Laser Physics Centre, Research School of Physics and Engineering, Australian National University, Canberra, Australian Capital Territory 0200, Australia.
Nature. 2010 Jun 24;465(7301):1052-6. doi: 10.1038/nature09081.
Storing and retrieving a quantum state of light on demand, without corrupting the information it carries, is an important challenge in the field of quantum information processing. Classical measurement and reconstruction strategies for storing light must necessarily destroy quantum information as a consequence of the Heisenberg uncertainty principle. There has been significant effort directed towards the development of devices-so-called quantum memories-capable of avoiding this penalty. So far, successful demonstrations of non-classical storage and on-demand recall have used atomic vapours and have been limited to low efficiencies, of less than 17 per cent, using weak quantum states with an average photon number of around one. Here we report a low-noise, highly efficient (up to 69 per cent) quantum memory for light that uses a solid-state medium. The device allows the storage and recall of light more faithfully than is possible using a classical memory, for weak coherent states at the single-photon level through to bright states of up to 500 photons. For input coherent states containing on average 30 photons or fewer, the performance exceeded the no-cloning limit. This guaranteed that more information about the inputs was retrieved from the memory than was left behind or destroyed, a feature that will provide security in communications applications.
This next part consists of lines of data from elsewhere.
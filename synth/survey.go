package synth

import (
	"context"
	"math"

	"gonum.org/v1/gonum/spatial/r3"

	"offplane/scenarios/units"
	"offplane/synth/parallel"
)

// A Survey is the corona at a glance: what a figure of the truth shows.
type Survey struct {
	// Plane of the sky: a square raster of Side x Side points, west fastest, from -Half
	// to Half solar radii both ways.
	Side      int
	Half      float64
	Density   []float32 // electron density at x = 0 [cm^-3]; NaN on the disc
	Structure []int32   // class at x = 0, see package model; 0 on the disc
	// Lines are field lines in the observer's frame [solar radii], in order along the
	// field: through points around the limb in the plane of the sky, and through
	// points all over the Sun and around active regions.
	Lines []SurveyLine
	// HighBeta is the share of the field of view's emission in the 1074.7 nm line from
	// where the gas pressure exceeds the magnetic one. There the kink speed of low beta
	// does not hold.
	HighBeta float64
	Inner    float64 // field of view [solar radii]
	Outer    float64
	From, To float64 // its position angles [rad]
}

// A SurveyLine is one field line.
type SurveyLine struct {
	Points []r3.Vec // x toward the observer
	Closed bool
	Sky    bool // through the plane of the sky
}

// Survey looks at the corona without waves or camera.
func (c *Scene) Survey(ctx context.Context, workers int) (*Survey, error) {
	m := &c.s.Image
	v := &Survey{Side: 201, Half: 1.15 * float64(m.Outer), Inner: float64(m.Inner), Outer: float64(m.Outer), From: m.From.Rad(), To: m.To.Rad()}
	v.Density = make([]float32, v.Side*v.Side)
	v.Structure = make([]int32, v.Side*v.Side)
	err := parallel.For(ctx, v.Side, workers, func(_, j int) error {
		for i := range v.Side {
			y, z := v.at(i), v.at(j)
			n := j*v.Side + i
			v.Density[n] = float32(math.NaN())
			if math.Hypot(y, z) < 1 {
				continue
			}
			q := c.Corona.At(c.view.ToSun(r3.Vec{Y: y, Z: z}))
			v.Density[n] = float32(q.Mean)
			v.Structure[n] = q.Structure()
		}
		return nil
	})
	if err != nil {
		return nil, err
	}
	// Every 5 degrees just above the limb; and a golden-angle spiral over the Sun.
	var seeds []r3.Vec
	const sky = 72
	for i := range sky {
		s, co := math.Sincos(2 * math.Pi * float64(i) / sky)
		seeds = append(seeds, r3.Vec{Y: -1.02 * s, Z: 1.02 * co})
	}
	const all = 150
	for i := range all {
		z := 1 - (2*float64(i)+1)/all
		s, co := math.Sincos(float64(i) * math.Pi * (3 - math.Sqrt(5)))
		rho := 1.01 * math.Sqrt(1-z*z)
		seeds = append(seeds, r3.Vec{X: rho * co, Y: rho * s, Z: 1.01 * z})
	}
	// And a ring around every buried dipole, as wide as it is deep.
	for _, f := range c.s.Corona.Fields {
		d := f.BuriedDipole
		if d == nil || c.s.Corona.Grid != nil {
			continue
		}
		sl, cl := math.Sincos(d.Latitude.Rad())
		so, co := math.Sincos(d.Longitude.Rad())
		up := r3.Vec{X: cl * co, Y: cl * so, Z: sl}
		west := r3.Vec{X: -so, Y: co}
		north := r3.Cross(up, west)
		for i := range 12 {
			s, co := math.Sincos(2 * math.Pi * float64(i) / 12)
			p := r3.Add(up, r3.Scale(d.Depth.Rsun(), r3.Add(r3.Scale(co, west), r3.Scale(s, north))))
			seeds = append(seeds, c.view.ToSky(r3.Scale(1.02, r3.Unit(p))))
		}
	}
	v.Lines = make([]SurveyLine, len(seeds))
	err = parallel.For(ctx, len(seeds), workers, func(_, i int) error {
		l := &v.Lines[i]
		p := c.view.ToSun(seeds[i])
		for _, q := range c.Corona.Trace(p) {
			l.Points = append(l.Points, c.view.ToSky(q))
		}
		l.Closed = c.Corona.At(p).Line.Closed
		l.Sky = i < sky
		return nil
	})
	if err != nil {
		return nil, err
	}
	// A few hundred rays are enough for a share.
	field := Field(&c.Grid, c.s)
	every := max(1, len(field)/300)
	rays := (len(field) + every - 1) / every
	high, total := make([]float64, rays), make([]float64, rays)
	err = parallel.For(ctx, rays, workers, func(_, n int) error {
		p := int(field[n*every])
		y, z := c.Grid.Sky(p%c.Grid.Nx, p/c.Grid.Nx)
		ray, err := c.ray(y, z, nil)
		if err != nil {
			return err
		}
		for i := range ray {
			e := ray[i].j[0] * ray[i].dx / units.SolarRadius
			total[n] += e
			if ray[i].point.Beta > 1 {
				high[n] += e
			}
		}
		return nil
	})
	if err != nil {
		return nil, err
	}
	a, b := 0.0, 0.0
	for n := range rays {
		a += high[n]
		b += total[n]
	}
	if b > 0 {
		v.HighBeta = a / b
	}
	return v, nil
}

// at returns the coordinate of column or row i [solar radii].
func (v *Survey) at(i int) float64 { return v.Half * (2*float64(i)/float64(v.Side-1) - 1) }
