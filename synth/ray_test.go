package synth

import (
	"math"
	"testing"
)

// Steps that grow where a ray is dark leave the truth and the waves as they are: radiance
// and means against even steps of an eighth of a cell, and the Doppler rms of a narrow
// wedge against even steps of a quarter, in which waves are sampled as densely as they vary.
func TestStride(t *testing.T) {
	// stepped is the same scene with other steps.
	stepped := func(c *Scene, step float64) *Scene {
		s, d := *c.s, *c
		s.Sight.Step = step
		d.s = &s
		return &d
	}
	look := func(c *Scene, step, y, z float64) (radiance float64, truth []float64) {
		c = stepped(c, step)
		ray, err := c.ray(y, z, nil)
		if err != nil {
			t.Fatal(err)
		}
		truth, _ = c.truthOf(ray)
		for i := range ray {
			radiance += ray[i].j[0] * ray[i].dx
		}
		return radiance, truth
	}
	s, l := load(t, "quiet-belt", "image.from=264.5 deg", "image.to=265.5 deg", "image.outer=1.25 Rsun", "camera.noise=false",
		"camera.point_spread=0 arcsec", "camera.duration=15 min", "camera.sequential=false", "sight.tail=1e-6")
	belt := scene(t, s, l)
	for _, c := range []struct {
		y, z float64
	}{{1.1, 0.1}, {0.6, 1.1}, {-0.02, 1.2}} {
		want, truth := look(belt, 0.125, c.y, c.z)
		got, mine := look(belt, 1, c.y, c.z)
		if math.Abs(got/want-1) > 1e-4 {
			t.Errorf("(%g, %g): radiance %.7f of the fine sum's", c.y, c.z, got/want)
		}
		for i, m := range truthMaps[:len(truth)] {
			// Depths are read between samples.
			bound := map[string]float64{"DEPTH50": 1e-3, "DEPTH90": 2e-3, "NEAR_SKY": 1e-3}[m.Name]
			if bound == 0 {
				bound = 2e-4
			}
			if math.Abs(mine[i]/truth[i]-1) > bound {
				t.Errorf("(%g, %g): %s is %g, with fine steps %g", c.y, c.z, m.Name, mine[i], truth[i])
			}
		}
	}

	rms := func(step float64) float64 {
		o, _, err := stepped(belt, step).Observe(t.Context(), 0, nil)
		if err != nil {
			t.Fatal(err)
		}
		sum := 0.0
		f := o.Frames[0]
		for p := range o.Pixels {
			var m, m2 float64
			for i := range f.Frames {
				v := doppler(float64(f.Series(p, 0)[i]), float64(f.Series(p, 1)[i]), float64(f.Series(p, 2)[i]), 1)
				m += v
				m2 += v * v
			}
			k := float64(f.Frames)
			sum += m2/k - m*m/k/k
		}
		return math.Sqrt(sum)
	}
	fine, mine := rms(0.25), rms(1)
	t.Logf("Doppler rms %.4f of that with fine steps", mine/fine)
	if math.Abs(mine/fine-1) > 0.03 {
		t.Errorf("Doppler rms %.4f of that with fine steps", mine/fine)
	}
}
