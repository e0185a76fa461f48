package synth

import (
	"math"

	"offplane/scenarios/units"
)

// ray returns the samples of the line of sight through (y, z) [solar radii] of the
// plane of the sky, from the back to the front.
//
// The samples lie at x = R sinh(h k), k integer, R the projected distance: their
// spacing is h r, proportional to the distance r from the Sun's centre like the size
// of the cells, and the trapezoidal rule in k converges faster than any power for the
// smooth integrands of a corona (Trefethen & Weideman 2014, SIAM Review 56, 385, from
// memory). h = sight.step cells, so that neighbouring samples never miss a cell.
//
// On each side the ray ends where the rest of both lines is below sight.tail, but
// not within R of the plane (a ray over a pole meets the streamers only there), and
// at sight.reach in any case. The rest is that of a geometric series, which is what a
// power of r becomes in k.
func (c *Scene) ray(y, z float64, dst []sample) ([]sample, error) {
	dst = dst[:0]
	radius := math.Hypot(y, z)
	h := c.s.Sight.Step * c.cell
	at := func(k int) sample {
		s, ch := math.Sinh(h*float64(k)), math.Cosh(h*float64(k))
		return c.sampleAt(radius*s, radius*ch*h*units.SolarRadius, y, z)
	}
	centre := at(0)
	if c.s.Sight.Plane {
		if err := centre.lit(); err != nil {
			return dst, err
		}
		if c.as.Bright != nil {
			var err error
			if centre.dx, err = c.column(&centre, y, z); err != nil {
				return dst, err
			}
		}
		return append(dst, centre), nil
	}
	total := centre.emission()
	side := func(dir int) error {
		last := centre.emission()
		for k := 1; ; k++ {
			s := at(dir * k)
			if math.Abs(s.x) > float64(c.s.Sight.Reach) {
				return nil
			}
			e := s.emission()
			rest := 0.0
			for l := range 2 {
				ratio := e[l] / last[l]
				share := math.Inf(1)
				if ratio < 1 {
					share = e[l] * ratio / (1 - ratio) / total[l]
				}
				rest = max(rest, share)
			}
			if math.IsNaN(e[0] + e[1] + s.j[0] + s.j[1]) {
				// Beyond the atomic data: fine if what was left before it was little.
				if before := max(last[0]/total[0], last[1]/total[1]); before > c.s.Sight.Tail {
					return s.lit()
				}
				return nil
			}
			dst = append(dst, s)
			for l := range 2 {
				total[l] += e[l]
			}
			if math.Abs(s.x) > radius && rest < c.s.Sight.Tail {
				return nil
			}
			last = e
		}
	}
	if err := side(-1); err != nil {
		return dst, err
	}
	for i, j := 0, len(dst)-1; i < j; i, j = i+1, j-1 {
		dst[i], dst[j] = dst[j], dst[i]
	}
	if err := centre.lit(); err != nil {
		return dst, err
	}
	dst = append(dst, centre)
	return dst, side(+1)
}

// emission returns the radiance of the sample [erg cm^-2 s^-1 sr^-1] in both lines,
// without strands: where the ray ends is no matter of chance.
func (s *sample) emission() [2]float64 { return [2]float64{s.smooth[0] * s.dx, s.smooth[1] * s.dx} }

// lit returns an error if the atomic data do not cover the sample.
func (s *sample) lit() error {
	if math.IsNaN(s.j[0] + s.j[1] + s.smooth[0] + s.smooth[1]) {
		return &darkError{s.point.N, s.point.T, s.point.R}
	}
	return nil
}
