package synth

import (
	"math"

	"offplane/synth/filter"
	"offplane/synth/kernel"
)

// A lamp adds up the light of the samples of a few neighbouring rays over the frames.
// It holds the scratch space of one worker.
type lamp struct {
	c      *Scene
	frames int
	second []int // frames at which the second line is exposed

	velocity []float32
	atSecond []float32
	rows     [][]float32
	coef     []float32
	delay    []float64
	trains   []train
	acc      [][2][][]float32 // ray, line, tuning, frame

	// memo remembers the rows that this worker used last, to spare it the driver's
	// shared cache.
	memo [4096]struct {
		key  rowKey
		rows []float32
	}
}

// A rowKey addresses the rows of the driver.
type rowKey struct {
	site              uint64
	pol, dir, stretch int
}

func (l *lamp) rowsOf(k rowKey) []float32 {
	m := &l.memo[(k.site*0x9e3779b97f4a7c15+uint64(k.stretch*4+k.pol*2+k.dir)*0xbf58476d1ce4e5b9)>>52]
	if m.rows == nil || m.key != k {
		m.key, m.rows = k, l.c.Driver.Rows(k.site, k.pol, k.dir, k.stretch)
	}
	return m.rows
}

func (c *Scene) newLamp(second []int, rays int) *lamp {
	l := &lamp{c: c, frames: Frames(c.s), second: second, acc: make([][2][][]float32, rays)}
	l.velocity = make([]float32, l.frames)
	l.atSecond = make([]float32, len(second))
	for i := range l.acc {
		for range c.tunings[0] {
			l.acc[i][0] = append(l.acc[i][0], make([]float32, l.frames))
			l.acc[i][1] = append(l.acc[i][1], make([]float32, len(second)))
		}
	}
	return l
}

// shine fills acc with the radiance [erg cm^-2 s^-1 sr^-1] of every ray through every
// tuning: the sum over samples of each sample's own Gaussian, shifted by its own
// velocity, through the filter. Nothing is expanded; the exponential of package
// kernel is good to 4e-7, and the velocity to wave.Tolerance.
//
// The loop over depth is outside and that over rays inside, so that neighbours find
// the driver's rows in the cache; each ray adds its samples from back to front.
func (l *lamp) shine(rays [][]sample) {
	back, front := 0, 0 // samples behind and before the plane of the sky
	plane := make([]int, len(rays))
	for i, r := range rays {
		for line := range 2 {
			for _, a := range l.acc[i][line] {
				clear(a)
			}
		}
		for r[plane[i]].x < 0 {
			plane[i]++
		}
		back, front = max(back, plane[i]), max(front, len(r)-plane[i])
	}
	for k := -back; k < front; k++ {
		for i, r := range rays {
			if q := plane[i] + k; q >= 0 && q < len(r) {
				l.add(i, &r[q])
			}
		}
	}
}

// add adds the light of one sample to that of ray i.
func (l *lamp) add(i int, s *sample) {
	c := l.c
	l.move(s)
	for t, f := range l.second {
		l.atSecond[t] = l.velocity[f]
	}
	wf := c.filter
	for line := range 2 {
		v := l.velocity
		if line == 1 {
			v = l.atSecond
			wf *= c.light.Rest[0] / c.light.Rest[1] // one filter in nm is two in km/s
		}
		// Peak transmission times the share of the line that passes: filter.Gaussian at
		// the line's own centre.
		amp := s.j[line] * s.dx * filter.Gaussian(0, 0, s.width, wf)
		inv := float32(1 / math.Hypot(s.width, wf))
		for k, d := range c.tunings[line] {
			kernel.Profile(l.acc[i][line][k], v, float32(amp), float32(d), inv)
		}
	}
}

// move fills velocity with the Doppler velocity [km/s] of a sample at every frame: the
// sum over its trains, polarisations and the sites around their footpoints.
func (l *lamp) move(s *sample) {
	d := l.c.Driver
	n := d.RowLength()
	l.rows, l.coef = l.rows[:0], l.coef[:0]
	l.trains = l.c.trains(&s.point, s.azimuth, l.trains)
	for i := range l.trains {
		t := &l.trains[i]
		stretch := d.Stretch(t.tau)
		var at int
		l.delay, at = d.Coefficients(l.delay, stretch, t.tau, 0)
		for _, site := range d.Footpoint(t.colatitude, t.azimuth) {
			for pol, a := range s.los {
				k := a * t.factor * site.Weight
				if math.Abs(k) < 1e-6 { // [km/s]
					continue
				}
				rows := l.rowsOf(rowKey{site.ID, pol, t.dir, stretch})
				for r, x := range l.delay {
					l.rows = append(l.rows, rows[r*n+at:r*n+at+l.frames])
					l.coef = append(l.coef, float32(k*x))
				}
			}
		}
	}
	kernel.Combine(l.velocity, l.rows, l.coef)
}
按需存储和检索光的量子态,而不破坏其所携带的信息,是量子信息处理领域的一个重要挑战。由于海森堡不确定性原理,用于存储光的经典测量和重建策略必然会破坏量子信息。人们已经投入了大量精力来开发能够避免这种代价的设备,即所谓的量子存储器。到目前为止,使用原子蒸气并将其限制在低效率(小于 17%)范围内,成功地展示了非经典存储和按需召回,其使用的量子态平均光子数约为 1,强度较弱。在这里,我们报告了一种用于光的低噪声、高效率(高达 69%)量子存储器,它使用固态介质。该设备允许更忠实地存储和检索光,比使用经典存储器更能实现单光子级弱相干态到多达 500 个光子的亮态的存储和检索。对于输入相干态,平均包含 30 个或更少的光子,其性能超过了无克隆限制。这保证了从存储器中检索到的信息比留下或破坏的信息更多,这一特性将为通信应用提供安全性。